Data excerpts
import { listMeasurementSets, uploadMeasurements } from '@/lib/contracts/api/measurement-set';
import { receiveMeasurements } from '@/lib/server/acts/receive-measurements';
import { demandUpload, storeMeasurements } from '@/lib/server/acts/store-measurements';
import { endpoint } from '@/lib/server/http/endpoint';
import { uploadBody } from '@/lib/server/http/upload-body';
import { nightMeasurements } from '@/lib/server/reads/measurement-sets';

export const GET = endpoint(listMeasurementSets, ({ caller, params, query }) =>
  nightMeasurements(caller, params.id, query),
);

/** Not behind proxy.ts, which cuts a body at 10 MB: its matcher leaves this path out. */
export const POST = endpoint(uploadMeasurements, async ({ caller, params, query, request, once }) => {
  // Whoever may not upload hears so before the first byte.
  await demandUpload(caller, params.id);
  const { bytes, ...about } = await uploadBody(request);
  const stored = await storeMeasurements(caller, params.id, bytes);
  return once(stored.sha256, () => receiveMeasurements(caller, params.id, query, { ...about, ...stored }));
});
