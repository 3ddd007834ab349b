import { afterEach, beforeEach, expect, it } from 'vitest';
import { cancelJob } from '@/lib/server/acts/cancel-job';
import { transformAgain } from '@/lib/server/acts/transform-again';
import { select } from '@/lib/server/data/database';
import type { PersonCaller } from '@/lib/server/policy/caller';
import { calibratedPage } from '@/lib/server/reads/calibrated-page';
import {
  newSolution,
  setSolutionState,
  storedStars,
  targetNight,
  targetTable,
  transform,
  trueStars,
  type FieldFrames,
  type TargetNight,
} from '@/tests/support/calibrated';
import { emptyTables } from '@/tests/support/database';
import { faultOf } from '@/tests/support/fault-of';
import { jobNow } from '@/tests/support/jobs';
import { newCaller, newLogWorld, type LogWorld } from '@/tests/support/log-world';
import { removeOriginals } from '@/tests/support/measurements';
import { takeTargets } from '@/tests/support/take-targets';

removeOriginals();
const thistle: FieldFrames = { object: 'Thistle 3', ra: 83.5, dec: 22.1, first: 1, n: 2, begin_hours: 3 };
const stars = trueStars(10, { name: 'T', ra: 83.5, dec: 22.1 });
let world: LogWorld;
let noor: PersonCaller;
let bram: PersonCaller;
let ilse: PersonCaller;
let night: TargetNight;
let solution: string;
beforeEach(async () => {
  world = await newLogWorld();
  noor = await newCaller('Noor Hathaway', { roles: ['observer'] });
  bram = await newCaller('Bram Oyelaran', { roles: ['photometrist'] });
  ilse = await newCaller('Ilse Varga', { roles: ['manager'] });
  night = await targetNight(noor, [thistle]);
  await takeTargets(
    noor,
    night,
    targetTable([thistle], () => stars),
  );
  solution = await newSolution(night, { person: bram, programmes: [world.thistle] });
});
afterEach(emptyTables);

const shown = async () => (await calibratedPage(bram, night.id, {})).result;

it('a transformation whose job was cancelled is started again, and comes to its end', async () => {
  const first = await transformAgain(bram, solution);
  await cancelJob(ilse, first.job);
  expect(await shown()).toMatchObject({ why: 'running', job: { id: first.job, state: 'cancelled' } });

  const second = await transformAgain(bram, solution);
  expect(second.job).not.toBe(first.job);
  expect(await shown()).toMatchObject({ why: 'running', job: { id: second.job, state: 'queued' } });
  expect(await jobNow(second.job)).toMatchObject({ dedupeKey: `transform-targets:${solution}` });
  await transform({ solution, night: night.id });
  expect(await storedStars(solution)).toHaveLength(10);
  expect(await shown()).not.toHaveProperty('why');
  const audit = await select<{ act: string }>(
    `SELECT act FROM audit_events WHERE act = 'solution.transform-again'`,
    {},
  );
  expect(audit).toHaveLength(2);
});

it('a second job is not made beside a living one, for two people at once too', async () => {
  const outcomes = await Promise.allSettled([transformAgain(bram, solution), transformAgain(ilse, solution)]);
  expect(outcomes.map(({ status }) => status).toSorted()).toEqual(['fulfilled', 'rejected']);
  expect(await faultOf(transformAgain(bram, solution))).toMatchObject({ code: 'conflict' });
  expect(await select(`SELECT id FROM jobs WHERE kind = 'transform-targets'`, {})).toHaveLength(1);
});

it('what is made already, or no longer approved, is not started', async () => {
  await setSolutionState(solution, 'superseded');
  expect(await faultOf(transformAgain(bram, solution))).toMatchObject({ code: 'conflict' });
  await setSolutionState(solution, 'approved');
  await transform({ solution, night: night.id });
  expect(await faultOf(transformAgain(bram, solution))).toMatchObject({ code: 'conflict' });
});

it('starting again is not for observers and investigators, and does not exist for strangers', async () => {
  const piet = await newCaller('Piet Sandoval', { programmes: [[world.thistle, 'pi']] });
  for (const caller of [noor, piet])
    expect(await faultOf(transformAgain(caller, solution))).toMatchObject({ code: 'not-allowed' });
  const ossi = await newCaller('Ossi');
  expect(await faultOf(transformAgain(ossi, solution))).toMatchObject({ code: 'not-found' });
  await transformAgain(ilse, solution);
});
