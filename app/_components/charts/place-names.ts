/** A star on the drawing [px]. */
export interface ChartDot {
  readonly x: number;
  readonly y: number;
  readonly radius: number;
  readonly name: string;
}

/** Where a name stands: its baseline's end that the anchor names [px]. */
export interface NamePlace {
  readonly x: number;
  readonly y: number;
  readonly anchor: 'start' | 'middle' | 'end';
}

interface Box {
  readonly left: number;
  readonly right: number;
  readonly top: number;
  readonly bottom: number;
}

/** Room between a star, with the ring of the star pointed at, and its name. */
const gap = 9;
/** IBM Plex Sans at 11 px, on the generous side. */
const letterWidth = 6.3;
const [ascent, descent] = [9, 3];

function boxOf({ x, y, anchor }: NamePlace, name: string): Box {
  const width = name.length * letterWidth;
  const left = anchor === 'start' ? x : anchor === 'end' ? x - width : x - width / 2;
  return { left, right: left + width, top: y - ascent, bottom: y + descent };
}

const meet = (a: Box, b: Box): boolean =>
  a.left < b.right && b.left < a.right && a.top < b.bottom && b.top < a.bottom;

const around = ({ x, y, radius }: ChartDot): Box => ({
  left: x - radius - 1,
  right: x + radius + 1,
  top: y - radius - 1,
  bottom: y + radius + 1,
});

/** Right, left, below, above: in the order in which people expect them. */
function candidates({ x, y, radius }: ChartDot): readonly NamePlace[] {
  return [
    { x: x + radius + gap, y: y + 4, anchor: 'start' },
    { x: x - radius - gap, y: y + 4, anchor: 'end' },
    { x, y: y + radius + gap + ascent, anchor: 'middle' },
    { x, y: y - radius - gap, anchor: 'middle' },
  ];
}

/**
 * A place for the name of each star: the first beside it that covers no star and no name placed before, and is on the
 * drawing; the first of all where there is none.
 */
export function placeNames(dots: readonly ChartDot[], side: number): readonly NamePlace[] {
  const taken: Box[] = dots.map(around);
  return dots.map((dot, index) => {
    const isFree = (place: NamePlace): boolean => {
      const box = boxOf(place, dot.name);
      const isInside = box.left > 2 && box.right < side - 2 && box.top > 2 && box.bottom < side - 2;
      return isInside && taken.every((other, place_) => place_ === index || !meet(box, other));
    };
    const all = candidates(dot);
    const place = all.find(isFree) ?? all.find((each) => boxOf(each, dot.name).right < side) ?? all[1];
    const chosen = place ?? { x: dot.x, y: dot.y, anchor: 'start' as const };
    taken.push(boxOf(chosen, dot.name));
    return chosen;
  });
}
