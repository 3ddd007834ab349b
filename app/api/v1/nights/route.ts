import { listNights, openNight } from '@/lib/contracts/api/night';
import { openNight as open } from '@/lib/server/acts/open-night';
import { endpoint } from '@/lib/server/http/endpoint';
import { listNights as list } from '@/lib/server/reads/list-nights';

export const GET = endpoint(listNights, ({ caller, query }) => list(caller, query));

export const POST = endpoint(openNight, ({ caller, body }) => open(caller, body));
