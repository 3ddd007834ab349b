import { afterEach, beforeEach, expect, it } from 'vitest';
import { FrameInput } from '@/lib/contracts/api/frame';
import { logFrames } from '@/lib/server/acts/log-frames';
import { namesOfFlags } from '@/lib/photometry/calibrated-flags';
import { execute, selectOne } from '@/lib/server/data/database';
import type { PersonCaller } from '@/lib/server/policy/caller';
import {
  newSolution,
  setSolutionState,
  storedStars,
  targetNight,
  targetTable,
  transform,
  transformationStates,
  trueStars,
  type FieldFrames,
  type TargetNight,
} from '@/tests/support/calibrated';
import { emptyTables } from '@/tests/support/database';
import { newCaller, newLogWorld, type LogWorld } from '@/tests/support/log-world';
import { filesIn, mailsOf, removeOriginals } from '@/tests/support/measurements';
import { expectWithin } from '@/tests/support/numbers';
import { takeTargets } from '@/tests/support/take-targets';

removeOriginals();

const thistle: FieldFrames = { object: 'Thistle 3', ra: 83.5, dec: 22.1, first: 1, n: 8, begin_hours: 3 };
const marrow: FieldFrames = { object: 'LV Marrow', ra: 12.25, dec: 41.2, first: 9, n: 4, begin_hours: -2 };
const stars = trueStars(400, { name: 'T', ra: 83.5, dec: 22.1 });
const variable = trueStars(5, { name: 'M', ra: 12.25, dec: 41.2 }, 5);
const starsOf = (field: FieldFrames) => (field === thistle ? stars : variable);
const table = targetTable([thistle, marrow], starsOf);

let world: LogWorld;
let noor: PersonCaller;
let bram: PersonCaller;
let night: TargetNight;
beforeEach(async () => {
  world = await newLogWorld();
  noor = await newCaller('Noor Hathaway', { roles: ['observer'] });
  bram = await newCaller('Bram Oyelaran', { roles: ['photometrist'] });
  await newCaller('Piet Sandoval', { programmes: [[world.thistle, 'pi']] });
  await newCaller('Cora Lindqvist', { programmes: [[world.thistle, 'coinvestigator']] });
  await newCaller('Mara Duc', { programmes: [[world.marrow, 'pi']] });
  night = await targetNight(noor, [thistle, marrow]);
});
afterEach(emptyTables);

const approved = (programmes = [world.thistle, world.marrow]): Promise<string> =>
  newSolution(night, { person: bram, programmes });

it('magnitudes come out at the truth within the errors that they state', async () => {
  await takeTargets(noor, night, table);
  const solution = await approved();
  expect(await transform({ solution, night: night.id })).toEqual({
    outcome: 'stored',
    programmes: 2,
    measurements: 400 * 8 + 5 * 4,
    stars: 405,
  });
  const stored = await storedStars(solution);
  const own = stored.filter(({ programme }) => programme === 'MH26B-04');
  expect(own.map(({ star }) => star)).toEqual(stars.map(({ name }) => name));
  const pulls = own.flatMap((row, index) => {
    const star = stars[index];
    if (!star) throw new Error('A star too many.');
    expectWithin(row.ra, star.ra, { absolute: 2e-7, unit: 'deg' });
    expectWithin(row.decl, star.dec, { absolute: 2e-7, unit: 'deg' });
    expect(row).toMatchObject({ nB: 4, nV: 4, flags: 0 });
    expect(row.vSystematic).toBeGreaterThan(0.002);
    return [(row.v - star.V) / row.vRandom, (row.bv - star.BV) / row.bvRandom];
  });
  const mean = pulls.reduce((sum, pull) => sum + pull, 0) / pulls.length;
  const deviation = Math.sqrt(pulls.reduce((sum, pull) => sum + (pull - mean) ** 2, 0) / (pulls.length - 1));
  expectWithin(mean, 0, { absolute: 0.12, unit: 'sigma' });
  expectWithin(deviation, 1, { absolute: 0.1, unit: 'sigma' });
  // 3 November 2026, 23 h UTC and 3 h later; light reaches the barycentre within 8.4 minutes of the Earth.
  expectWithin(own[0]?.bjd ?? NaN, 2461348.4583 + 3 / 24 + 0.006, { absolute: 0.006, unit: 'd' });
  expect(await filesIn('work')).toEqual([]);
});

it('a star far from the middle of its frame is brought through the air above itself', async () => {
  const apart = stars.map((star, i) => ({ ...star, dec: star.dec - (i % 2 === 0 ? 0 : 40) }));
  await takeTargets(
    noor,
    night,
    targetTable([thistle], () => apart),
  );
  const solution = await approved([world.thistle]);
  await transform({ solution, night: night.id });
  const stored = await storedStars(solution);
  const mean = (odd: number): number => {
    const off = stored.filter((_, i) => i % 2 === odd).map(({ v }, i) => v - (apart[2 * i + odd]?.V ?? NaN));
    return off.reduce((sum, value) => sum + value, 0) / off.length;
  };
  // By the airmass of the middle the southern half would come out wrong by 0.08 mag.
  expect(stored).toHaveLength(400);
  expectWithin(mean(0), 0, { absolute: 0.003, unit: 'mag' });
  expectWithin(mean(1), 0, { absolute: 0.003, unit: 'mag' });
});

it('one mail goes to each investigator of a programme, and to nobody else', async () => {
  await takeTargets(noor, night, table);
  const solution = await approved();
  await transform({ solution, night: night.id });
  const mails = await mailsOf('night-calibrated');
  expect(mails.map(({ subject }) => subject)).toEqual([
    'Calibrated: MH26B-04, 3 November 2026, Larkspur 0.8 m',
    'Calibrated: MH26B-04, 3 November 2026, Larkspur 0.8 m',
    'Calibrated: MH26B-11, 3 November 2026, Larkspur 0.8 m',
  ]);
  const mail = await selectOne<{ text: string; html: string }>(
    `SELECT text, html FROM mails m JOIN people p ON p.id = m.person_id WHERE p.name = 'Piet Sandoval'`,
  );
  for (const part of ['photometric', '400', '3,200', '0.1400 ± 0.0010', 'number 1', '0.0100 mag'])
    expect(mail?.text, part).toContain(part);
  expect(mail?.text).toContain(`http://evenfall.example/nights/${night.id}/results?programme=MH26B-04`);
  expect(mail?.text).toContain('is flagged');
  expect(mail?.html).toContain('MH26B-04');
  // Nothing of the other programme.
  expect(mail?.text).not.toContain('MH26B-11');
});

it('run twice it changes nothing and sends nothing anew', async () => {
  await takeTargets(noor, night, table);
  const solution = await approved();
  const first = await transform({ solution, night: night.id });
  const before = await storedStars(solution);
  expect(await transform({ solution, night: night.id })).toEqual(first);
  expect(await storedStars(solution)).toEqual(before);
  expect(await mailsOf('night-calibrated')).toHaveLength(3);
});

it('a later solution has values of its own and those of its predecessor stay', async () => {
  await takeTargets(noor, night, table);
  const earlier = await approved();
  await transform({ solution: earlier, night: night.id });
  const before = await storedStars(earlier);
  await setSolutionState(earlier, 'superseded');
  const later = await approved();
  await transform({ solution: later, night: night.id });
  expect(await storedStars(earlier)).toEqual(before);
  expect(await storedStars(later)).toHaveLength(405);
  const subjects = (await mailsOf('night-calibrated')).map(({ subject }) => subject.split(':')[0]);
  expect(subjects).toEqual([
    ...Array<string>(3).fill('Calibrated'),
    ...Array<string>(3).fill('Calibrated anew'),
  ]);
});

it('a solution withdrawn before the job begins, or while it stores, leaves nothing and no mail', async () => {
  await takeTargets(noor, night, table);
  const before = await newSolution(night, { person: bram, programmes: [world.thistle], state: 'withdrawn' });
  const nothing = { outcome: 'not-approved', programmes: 0, measurements: 0, stars: 0 };
  expect(await transform({ solution: before, night: night.id })).toEqual(nothing);
  const during = await approved();
  let withdrawn: Promise<unknown> | undefined;
  const progress = (_fraction: number, message: string): void => {
    if (message.startsWith('Storing')) withdrawn ??= setSolutionState(during, 'withdrawn');
  };
  expect(await transform({ solution: during, night: night.id }, { progress })).toEqual(nothing);
  expect(await withdrawn).toBe(1);
  expect(await storedStars(during)).toEqual([]);
  expect(await transformationStates(during)).toEqual(['withdrawn', 'withdrawn']);
  expect(await mailsOf('night-calibrated')).toEqual([]);
});

it('a job that is cancelled while it stores leaves nothing and can be done again', async () => {
  await takeTargets(noor, night, table);
  const solution = await approved();
  const stop = new AbortController();
  const progress = (_fraction: number, message: string): void => {
    if (message.startsWith('Storing')) stop.abort(new Error('Stopped by the test.'));
  };
  // The first statement is in when the stop is noticed at the second programme's.
  await expect(transform({ solution, night: night.id }, { progress, signal: stop.signal })).rejects.toThrow(
    'Stopped by the test.',
  );
  expect(await storedStars(solution)).toEqual([]);
  expect(await transformationStates(solution)).toEqual(['queued', 'queued']);
  expect(await transform({ solution, night: night.id })).toMatchObject({ stars: 405 });
});

it('flags and saturation of tables count, and what is marked bad is left out and told', async () => {
  await execute(
    `INSERT INTO cameras (telescope_id, name, width_px, height_px, pixel_scale, gain, read_noise, saturation)
     VALUES (:telescope, 'K', 1024, 1024, 0.5, 1, 5, 60000)`,
    { telescope: world.telescopeId },
    null,
  );
  const rows = table.split('\n');
  const mend = (row: number, peak: string, flag: string): void => {
    rows[row] = rows[row]?.replace(/,20000,$/, `,${peak},${flag}`) ?? '';
  };
  mend(1, '20000', 'Saturated near edge');
  mend(2, '60000', '');
  mend(3, '20000', 'bad; cosmic ray');
  mend(4, '20000', 'blend');
  // Star 5 on each frame in B: with nothing better it is used, and says so.
  for (const frame of [0, 2, 4, 6]) mend(5 + 400 * frame, '65000', '');
  await takeTargets(noor, night, rows.join('\n'));
  const solution = await approved();
  expect(await transform({ solution, night: night.id })).toMatchObject({ measurements: 3219 });
  const all = await storedStars(solution);
  const stored = stars.slice(0, 5).map(({ name }) => all.find(({ star }) => star === name));
  expect(stored.map((row) => row?.nB)).toEqual([3, 3, 3, 4, 4]);
  expect(stored.map((row) => namesOfFlags(row?.flags ?? 0))).toEqual([[], [], [], [], ['saturated']]);
  expect(await selectOne('SELECT n_left_out AS n FROM transformations ORDER BY id LIMIT 1')).toEqual({
    n: 1,
  });
}, 60_000);

it('a table that measures the same frames anew takes the place of the older one', async () => {
  await takeTargets(noor, night, table);
  const brighter = targetTable([thistle], (field) =>
    starsOf(field).map((star) => ({
      ...star,
      name: star.name.toLowerCase().replace(' ', '-'),
      V: star.V - 1,
    })),
  );
  await takeTargets(noor, night, brighter);
  const solution = await approved();
  expect(await transform({ solution, night: night.id })).toMatchObject({ measurements: 3220, stars: 405 });
  const [first] = await storedStars(solution);
  expect(first).toMatchObject({ nB: 4, nV: 4 });
  expectWithin(first?.v ?? NaN, (stars[0]?.V ?? NaN) - 1, { absolute: 0.05, unit: 'mag' });
});

it('a frame without a position gives no magnitude, and the measurements on it are counted', async () => {
  const frame = { type: 'target', object: 'no place', programme: 'MH26B-04', band: 'V', exposure: 60 };
  await logFrames(noor, night.id, [FrameInput.parse({ ...frame, utc_start: '2026-11-03T21:45:00Z' })], {
    origin: 'log',
    isList: false,
  });
  await takeTargets(noor, night, `${table}13,T 1,83.5,22.1,-7,0.01,20000,\n`);
  const solution = await approved();
  expect(await transform({ solution, night: night.id })).toMatchObject({ measurements: 3220, stars: 405 });
  expect(await selectOne('SELECT SUM(n_left_out) + 0 AS n FROM transformations')).toMatchObject({ n: 1 });
});
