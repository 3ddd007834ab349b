'use client';

import { useRouter } from 'next/navigation';
import { useCallback, useEffect, useRef, useState } from 'react';
import { useNow } from '@/app/_components/hooks/use-now';
import { DataTable, HeadCell } from '@/app/_components/ui/data-table';
import { hasEnded, type Job } from '@/lib/contracts/api/job';
import { JobRow } from './job-row';

interface LiveJobsProps {
  readonly jobs: readonly Job[];
  /** `?state=…`, with its limit: where the same list comes from. */
  readonly search: string;
  readonly serverNow: number;
}

const busy_ms = 1_500;
const quiet_ms = 5_000;

/** The list of jobs, kept up to date while somebody looks at it. */
export function LiveJobs({ jobs: first, search, serverNow }: LiveJobsProps) {
  const router = useRouter();
  const now = useNow(serverNow);
  const [jobs, setJobs] = useState(first);
  const [isLost, setLost] = useState(false);
  const known = useRef(statesOf(first));

  const renew = useCallback(
    async (signal?: AbortSignal): Promise<number> => {
      const newest = await present(search, signal);
      if (signal?.aborted === true) return quiet_ms;
      setLost(newest === null);
      if (newest === null) return quiet_ms;
      setJobs(newest);
      const states = statesOf(newest);
      // The counts of the tabs come with the page.
      if (states !== known.current) router.refresh();
      known.current = states;
      return newest.every((job) => hasEnded(job.state)) ? quiet_ms : busy_ms;
    },
    [search, router],
  );

  useEffect(() => {
    const stopping = new AbortController();
    let timer: ReturnType<typeof setTimeout> | undefined;
    const look = async (): Promise<void> => {
      const wait_ms = document.hidden ? quiet_ms : await renew(stopping.signal);
      if (!stopping.signal.aborted) timer = setTimeout(() => void look(), wait_ms);
    };
    timer = setTimeout(() => void look(), busy_ms);
    return () => {
      stopping.abort();
      clearTimeout(timer);
    };
  }, [renew]);

  return (
    <>
      {isLost ? (
        <p role="status" className="border-b border-rule px-3.5 py-2 text-table text-warn">
          ▲ The list cannot be renewed just now. It is tried again by itself.
        </p>
      ) : null}
      <DataTable
        caption="Jobs, the newest first"
        head={
          <tr>
            <HeadCell>Job</HeadCell>
            <HeadCell>About</HeadCell>
            <HeadCell>State</HeadCell>
            <HeadCell>What it says</HeadCell>
            <HeadCell>Asked for by</HeadCell>
            <HeadCell unit="UTC">Queued</HeadCell>
            <HeadCell numeric>Duration</HeadCell>
            <HeadCell numeric>Tries</HeadCell>
            <HeadCell>
              <span className="sr-only">What you can do</span>
            </HeadCell>
          </tr>
        }
      >
        {jobs.map((job) => (
          <JobRow key={job.id} job={job} now={now} onChange={() => void renew()} />
        ))}
      </DataTable>
    </>
  );
}

const statesOf = (jobs: readonly Job[]): string => jobs.map(({ id, state }) => `${id} ${state}`).join();

async function present(search: string, signal: AbortSignal | undefined): Promise<readonly Job[] | null> {
  try {
    const response = await fetch(`/api/v1/jobs${search}`, {
      headers: { accept: 'application/json' },
      ...(signal === undefined ? {} : { signal }),
    });
    if (!response.ok) return null;
    return ((await response.json()) as { items: readonly Job[] }).items;
  } catch {
    // Fetch rejects for a dead link and for an abort alike; the caller looks at the signal first.
    return null;
  }
}
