/** Steps that people read: one, two or five of a power of ten. */
function niceStep(rough: number): number {
  const power = 10 ** Math.floor(Math.log10(rough));
  const digit = rough / power;
  return power * (digit <= 1.0001 ? 1 : digit <= 2.0001 ? 2 : digit <= 5.0001 ? 5 : 10);
}

export interface Axis {
  readonly min: number;
  readonly max: number;
  readonly ticks: readonly number[];
  /** Decimals that tell the ticks apart. */
  readonly decimals: number;
}

/** An axis with round ends about some values, and at most so many steps. */
export function axisAbout(min: number, max: number, mostSteps = 6): Axis {
  const room = max > min ? max - min : Math.max(Math.abs(max) * 0.1, 0.1);
  const step = niceStep(room / mostSteps);
  return axisOf(Math.floor(min / step + 1e-9), Math.ceil((min + room) / step - 1e-9), step);
}

function axisOf(first: number, last: number, step: number): Axis {
  const decimals = Math.max(0, -Math.floor(Math.log10(step) + 1e-9));
  const ticks = Array.from({ length: last - first + 1 }, (_, i) =>
    Number(((first + i) * step).toFixed(decimals)),
  );
  return { min: ticks[0] ?? 0, max: ticks.at(-1) ?? 1, ticks, decimals };
}

const hour_ms = 3_600_000;
const timeSteps_ms = [0.25, 0.5, 1, 2, 3, 6, 12, 24, 48, 96, 240].map((hours) => hours * hour_ms);

/** An axis of time, ms, with its ticks on full quarters, hours or days. */
export function timeAxisAbout(min: number, max: number, mostSteps = 6): Axis {
  const rough = Math.max(max - min, hour_ms) / mostSteps;
  const step = timeSteps_ms.find((one) => one >= rough) ?? niceStep(rough / (24 * hour_ms)) * 24 * hour_ms;
  const [first, last] = [Math.floor(min / step), Math.max(Math.ceil(max / step), Math.floor(min / step) + 1)];
  const ticks = Array.from({ length: last - first + 1 }, (_, i) => (first + i) * step);
  return { min: first * step, max: last * step, ticks, decimals: 0 };
}
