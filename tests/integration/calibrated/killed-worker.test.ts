import { beforeAll, expect, it } from 'vitest';
import { execute } from '@/lib/server/data/database';
import type { PersonCaller } from '@/lib/server/policy/caller';
import {
  newSolution,
  storedStars,
  targetNight,
  targetTable,
  transformationStates,
  trueStars,
  type FieldFrames,
} from '@/tests/support/calibrated';
import { jobNow, queueJob, untilJob } from '@/tests/support/jobs';
import { newCaller, newLogWorld, type LogWorld } from '@/tests/support/log-world';
import { filesIn, mailsOf, removeOriginals } from '@/tests/support/measurements';
import { takeTargets } from '@/tests/support/take-targets';
import { startWorker } from '@/tests/support/worker';

removeOriginals();
const nStars = 30_000;
const thistle: FieldFrames = { object: 'Thistle 3', ra: 83.5, dec: 22.1, first: 1, n: 4, begin_hours: 3 };
let world: LogWorld;
let noor: PersonCaller;
let bram: PersonCaller;
beforeAll(async () => {
  world = await newLogWorld();
  noor = await newCaller('Noor Hathaway', { roles: ['observer'] });
  bram = await newCaller('Bram Oyelaran', { roles: ['photometrist'] });
  await newCaller('Piet Sandoval', { programmes: [[world.thistle, 'pi']] });
});

it('a worker that is killed while it transforms leaves nothing of it, and the next one stores all of it once', async () => {
  const stars = trueStars(nStars, { name: 'T', ra: 83.5, dec: 22.1 });
  const night = await targetNight(noor, [thistle]);
  await takeTargets(
    noor,
    night,
    targetTable([thistle], () => stars),
  );
  const solution = await newSolution(night, { person: bram, programmes: [world.thistle] });
  const job = await queueJob({ kind: 'transform-targets', payload: { solution, night: night.id } });

  const first = startWorker();
  await expect
    .poll(() => jobNow(job), { timeout: 60_000, interval: 10 })
    .toMatchObject({ message: expect.stringMatching(/^(Reading|Transforming|Storing).*\d/) as string });
  first.process.kill('SIGKILL');
  await first.ended;
  expect(await jobNow(job)).toMatchObject({ state: 'running', tries: 1 });
  await expect.poll(() => storedStars(solution), { timeout: 20_000 }).toEqual([]);
  expect(await transformationStates(solution)).toEqual(['queued']);
  expect(await mailsOf('night-calibrated')).toEqual([]);

  await execute('UPDATE jobs SET lease_until = NOW(3) WHERE public_id = :job', { job }, null);
  startWorker();
  expect(await untilJob(job, 'done', 120_000)).toMatchObject({
    tries: 2,
    result: { outcome: 'stored', programmes: 1, measurements: nStars * thistle.n, stars: nStars },
  });
  const stored = await storedStars(solution);
  expect(stored).toHaveLength(nStars);
  expect(new Set(stored.map(({ star }) => star)).size).toBe(nStars);
  expect(await transformationStates(solution)).toEqual(['done']);
  expect(await mailsOf('night-calibrated')).toHaveLength(1);
  expect(await filesIn('work')).toEqual([]);
}, 300_000);
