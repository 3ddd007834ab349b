import { addRemark, listRemarks } from '@/lib/contracts/api/remark';
import { addRemark as add } from '@/lib/server/acts/add-remark';
import { endpoint } from '@/lib/server/http/endpoint';
import { nightRemarks } from '@/lib/server/reads/night-entries';

export const GET = endpoint(listRemarks, ({ caller, params, query }) =>
  nightRemarks(caller, params.id, query),
);

export const POST = endpoint(addRemark, ({ caller, params, body }) => add(caller, params.id, body));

### ACTION ITEM
Looking at the records above, return exactly the lines from the line with "it('a transformation whose" to the line with "first.job, state: 'cancelled'", both ends included.

### RESPONSE TO THE EXERCISE
it('a transformation whose job was cancelled is started again, and comes to its end', async () => {
  const first = await transformAgain(bram, solution);
  await cancelJob(ilse, first.job);
  expect(await shown()).toMatchObject({ why: 'running', job: { id: first.job, state: 'cancelled' } });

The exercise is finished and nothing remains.